Pandora’s Box

Hetti Varnei
3 min readApr 25, 2022

I’ve learned not to confide in people I haven’t known for fewer than two years. That is to say that I am not a closed book, or prude, or anything of a prim nature. I’m introverted, creative and downright bawdy. But my online presence is phantom-like and the deeper, human, private stuff, the dreams and goals, the Jungian shadows, the vulnerabilities I’ll let out with caution only after a person has proven their worth. Two years is about enough time to vet a mask that will slip, if the charm is false, if there are hidden edges that can cut me, an acid tongue and meanness if I don’t give up what another wants, or if there are serious financial or personality issues. If a person has the patience for two years of meeting each of the layers I open upon my terms, then they’re in.

The Great Manipulator wasn’t patient, and he could see from a long way off I hadn’t been taught boundaries, I was just so good mannered and polite, and he had just the excavating machine for that.

He was voracious, entertained a literal stalking fixation with my past. I spent my time and energy defending my good name. I had no privacy on my calls, my chats were being hawked, the length of time spent on the phone vetted. And I had no physical privacy — he was always there, whenever I went to town on foot he’d follow me, just appear out of nowhere. Surprise! I couldn’t even take a shit in peace, if I locked the toilet door, who was I talking to? When he installed a spyware app that cloned my chats I didn’t know straight away, but at least it gave me bathroom privacy. He broke into my phone and computer and took screenshots of emails, messages and chats and photos from months and even a decade before I’d even met him, digging up things I’d forgotten I’d had. At odd times, for drama’s sake, he’d send these screenshots to me.

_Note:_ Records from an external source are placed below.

def hdf5_cases() -> None:
    six = np.vstack(VLN + IL)
    with h5py.File(HERE / "matrix_samples_by_channels.h5", "w") as f:
        d = f.create_dataset("acq/data", data=six.T, chunks=(60, 6))
        d.attrs["channel_names"] = ["L1-N", "L2-N", "L3-N", "L1 [A]", "L2 [A]", "L3 [A]"]
        d.attrs["sample_rate"] = RATE
        f.attrs["start_time"] = START
    expect("matrix_samples_by_channels.h5", LN6, ["V"] * 3 + ["A"] * 3, start=START, values=list(six),
           how="HDF5 matrix samples x channels, names and rate in attributes")
    with h5py.File(HERE / "matrix_channels_by_samples.h5", "w") as f:
        f.create_dataset("rec", data=six / np.array([[1e3]] * 3 + [[1.0]] * 3))
        f["names"] = np.array([b"Va", b"Vb", b"Vc", b"Ia", b"Ib", b"Ic"])
        f["rec"].attrs["units"] = ["kV", "kV", "kV", "A", "A", "A"]
        f["rec"].attrs["dt"] = 1 / RATE
    expect("matrix_channels_by_samples.h5", LN6, ["kV"] * 3 + ["A"] * 3, values=[v / 1e3 for v in VLN] + IL, scale=[1e3] * 3 + [1.0] * 3,
           how="HDF5 matrix channels x samples, names in a companion string dataset, units attribute, dt attribute")
    with h5py.File(HERE / "matrix_matlab_v73.mat", "w", userblock_size=512) as f:
        f.create_dataset("wave", data=six).attrs["MATLAB_class"] = np.bytes_("double")  # MATLAB's 120x6 matrix, stored transposed
        chars = np.array([[ord(c) for c in nm] for nm in LN6], dtype=np.uint16).T
        f.create_dataset("labels", data=chars).attrs["MATLAB_class"] = np.bytes_("char")
        f.create_dataset("fs", data=np.array([[RATE]])).attrs["MATLAB_class"] = np.bytes_("double")
    with open(HERE / "matrix_matlab_v73.mat", "r+b") as fh:
        fh.write(b"MATLAB 7.3 MAT-file, invented for the conformance set")
    expect("matrix_matlab_v73.mat", LN6, ["V"] * 3 + ["A"] * 3, values=list(six), how="MATLAB v7.3 layout: user block, char labels, fs scalar")
    with h5py.File(HERE / "matrix_by_index.h5", "w") as f:
        f.create_dataset("x", data=six[[0, 3]].T).attrs["fs"] = RATE
    expect("matrix_by_index.h5", ["Va", "Ia"], ["V", "A"], values=[VLN[0], IL[0]], mapping={"channels": {"Va": {"column": 1}, "Ia": {"column": 2}}},
           how="HDF5 matrix without names, mapped by index ([channels.Va] column = 1)")
    with h5py.File(HERE / "matrix_refused_no_names.h5", "w") as f:
        f.create_dataset("x", data=six.T).attrs["fs"] = RATE
    expect("matrix_refused_no_names.h5", error="dataset /x: no channel names", how="refused: HDF5 matrix without names and no mapping; says [channels.Va] column = 1")
    data = json.loads((HERE / "matrix_refused_no_names.h5.expect.json").read_text())
    data["error_also"] = "[channels.Va] column = 1"
    (HERE / "matrix_refused_no_names.h5.expect.json").write_text(json.dumps(data, indent=1) + "\n", encoding="utf-8")
    # 1-D datasets (generic layout), names recognised, rate from the mapping
    with h5py.File(HERE / "hdf5_mapped_one_d.h5", "w") as f:
        for name, v in zip(["UL1", "UL2", "UL3", "IL1", "IL2", "IL3"], six, strict=True):
            f[f"wave/{name}"] = v
        f["wave"].attrs["fs"] = RATE
    expect("hdf5_mapped_one_d.h5", LN6[3:] + LN6[:3], ["A"] * 3 + ["V"] * 3, values=list(six[3:]) + list(six[:3]),
           mapping={"hdf5": {"rate_attribute": "/wave:fs"}},
           how="generic HDF5, one 1-D dataset per channel (read in the file's name order), rate attribute named in the mapping")
    cap = from_arrays(six, standard_channels(), RATE, dt.datetime.fromisoformat(START), nominal_frequency_hz=50.0)
    write_native(cap, HERE / "native.h5")
    expect("native.h5", LN6, ["V"] * 3 + ["A"] * 3, start=START, values=list(six), how="this project's native HDF5 (write_native)")


def comtrade_cases() -> None:
    a_v, a_i = 0.001, 0.001
    raw = np.vstack([np.rint(v / 1e3 / a_v) for v in VLN] + [np.rint(i / a_i) for i in IL]).astype(np.int64)
    analogs = [Analog(n, ph, u, a) for n, ph, u, a in
               [("UL1", "A", "kV", a_v), ("UL2", "B", "kV", a_v), ("UL3", "C", "kV", a_v), ("IL1", "A", "A", a_i), ("IL2", "B", "A", a_i), ("IL3", "C", "A", a_i)]]
    write_comtrade(HERE, "comtrade_ascii_1999", analogs, raw, RATE, file_type="ASCII", rev="1999", start="01/03/2024,09:00:00.000000",
                   trigger="01/03/2024,09:00:00.010000")
    expect("comtrade_ascii_1999.cfg", LN6, ["kV"] * 3 + ["A"] * 3, start="2024-03-01T09:00:00+00:00",
           values=[r * a for r, a in zip(raw, [a_v * 1e3] * 3 + [a_i] * 3, strict=True)],
           how="COMTRADE 1999 ASCII, kV and A, no time code (taken as UTC)")
    names = [Analog(n, ph, u, a) for n, ph, u, a in
             [("Kanal 1", "A", "kV", a_v), ("Kanal 2", "B", "kV", a_v), ("Kanal 3", "C", "kV", a_v), ("Kanal 4", "A", "A", a_i), ("Kanal 5", "B", "A", a_i), ("Kanal 6", "C", "A", a_i)]]
    write_comtrade(HERE, "comtrade_binary_2013_ph", names, raw, RATE, file_type="BINARY", rev="2013", time_code="+1", start="01/03/2024,10:00:00.000000",
                   trigger="01/03/2024,10:00:00.010000")
    expect("comtrade_binary_2013_ph.cfg", LN6, ["kV"] * 3 + ["A"] * 3, start=START,
           values=[r * a for r, a in zip(raw, [a_v * 1e3] * 3 + [a_i] * 3, strict=True)],
           how="COMTRADE 2013 BINARY, own channel ids, phase field and unit decide, time code +1")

He created a DIY version of my past:
Where did I go with this person? How many orgasms did I have with them?
How come I didn’t go/do/see this with him?
I give all the wrong people everything and him nothing…

Whatever I answered he would say I was telling him lies and, hating to be called a liar, I would have to dig through all that upended muck on a daily basis, for hours at a time to try to prove myself.

For what? Round and round we went.

Trying to understand this behaviour was maddening, frightening, and exhausting from the justifications alone, trying to understand the whys of it all (a subject of which I’ll post about in another article) and it was where I should have disconnected. Instead, I researched what I was doing wrong.

During the first few attempts of hasty searches I learnt about a condition I’d never heard of: retroactive jealousy. That eventually led me to narcissistic personality disorder. My stomach contracted when I read the list of traits. I did the online quiz, then another, and another. And this little people-pleaser learnt that telling someone about me had been my Pandora’s Box — something dreadful I only just managed to close the lid on in time. I’d glimpsed what this malignant narcissist really was, showing up in the reflection of the lid, overlooking with glee all the sharp-edged things in my vulnerability that he could use to flay me more than he already did. As it was, the little I did say became the Kafkaesque foundations of the shame and hell this monster created for me.

It wasn’t me: that was the one thing I grabbed for sanity. Once I knew, it dawned on me precisely how much danger I was in. I was in another country, he was from a seriously patriarchal culture and religious background, and that playing slow and compliant was the only resource foothold I had to get out of there in one piece.